Stored data entries:
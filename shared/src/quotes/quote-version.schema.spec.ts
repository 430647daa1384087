import { QUOTE_NOTE_MAX, SendQuoteSchema } from './quote-version.schema';

describe('SendQuoteSchema', () => {
  it('takes a note up to the limit the form counts towards, spaces around it not counted', () => {
    expect(SendQuoteSchema.parse({ note: ` ${'x'.repeat(QUOTE_NOTE_MAX)}\n` }).note).toHaveLength(QUOTE_NOTE_MAX);
  });

  it('refuses a longer note in plain words', () => {
    const issue = SendQuoteSchema.safeParse({ note: 'x'.repeat(QUOTE_NOTE_MAX + 1) }).error?.issues[0];
    expect(issue).toMatchObject({ path: ['note'], message: `Use at most ${QUOTE_NOTE_MAX} characters` });
  });
});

Work request: No line may be altered or left out when the data is written out.

Answer space:
filename shared/src/quotes/quote-version.schema.spec.ts
repository 430647daa1384087
import { QUOTE_NOTE_MAX, SendQuoteSchema } from './quote-version.schema';

describe('SendQuoteSchema', () => {
  it('takes a note up to the limit the form counts towards, spaces around it not counted', () => {
    expect(SendQuoteSchema.parse({ note: ` ${'x'.repeat(QUOTE_NOTE_MAX)}\n` }).note).toHaveLength(QUOTE_NOTE_MAX);
  });

  it('refuses a longer note in plain words', () => {
    const issue = SendQuoteSchema.safeParse({ note: 'x'.repeat(QUOTE_NOTE_MAX + 1) }).error?.issues[0];
    expect(issue).toMatchObject({ path: ['note'], message: `Use at most ${QUOTE_NOTE_MAX} characters` });
  });
});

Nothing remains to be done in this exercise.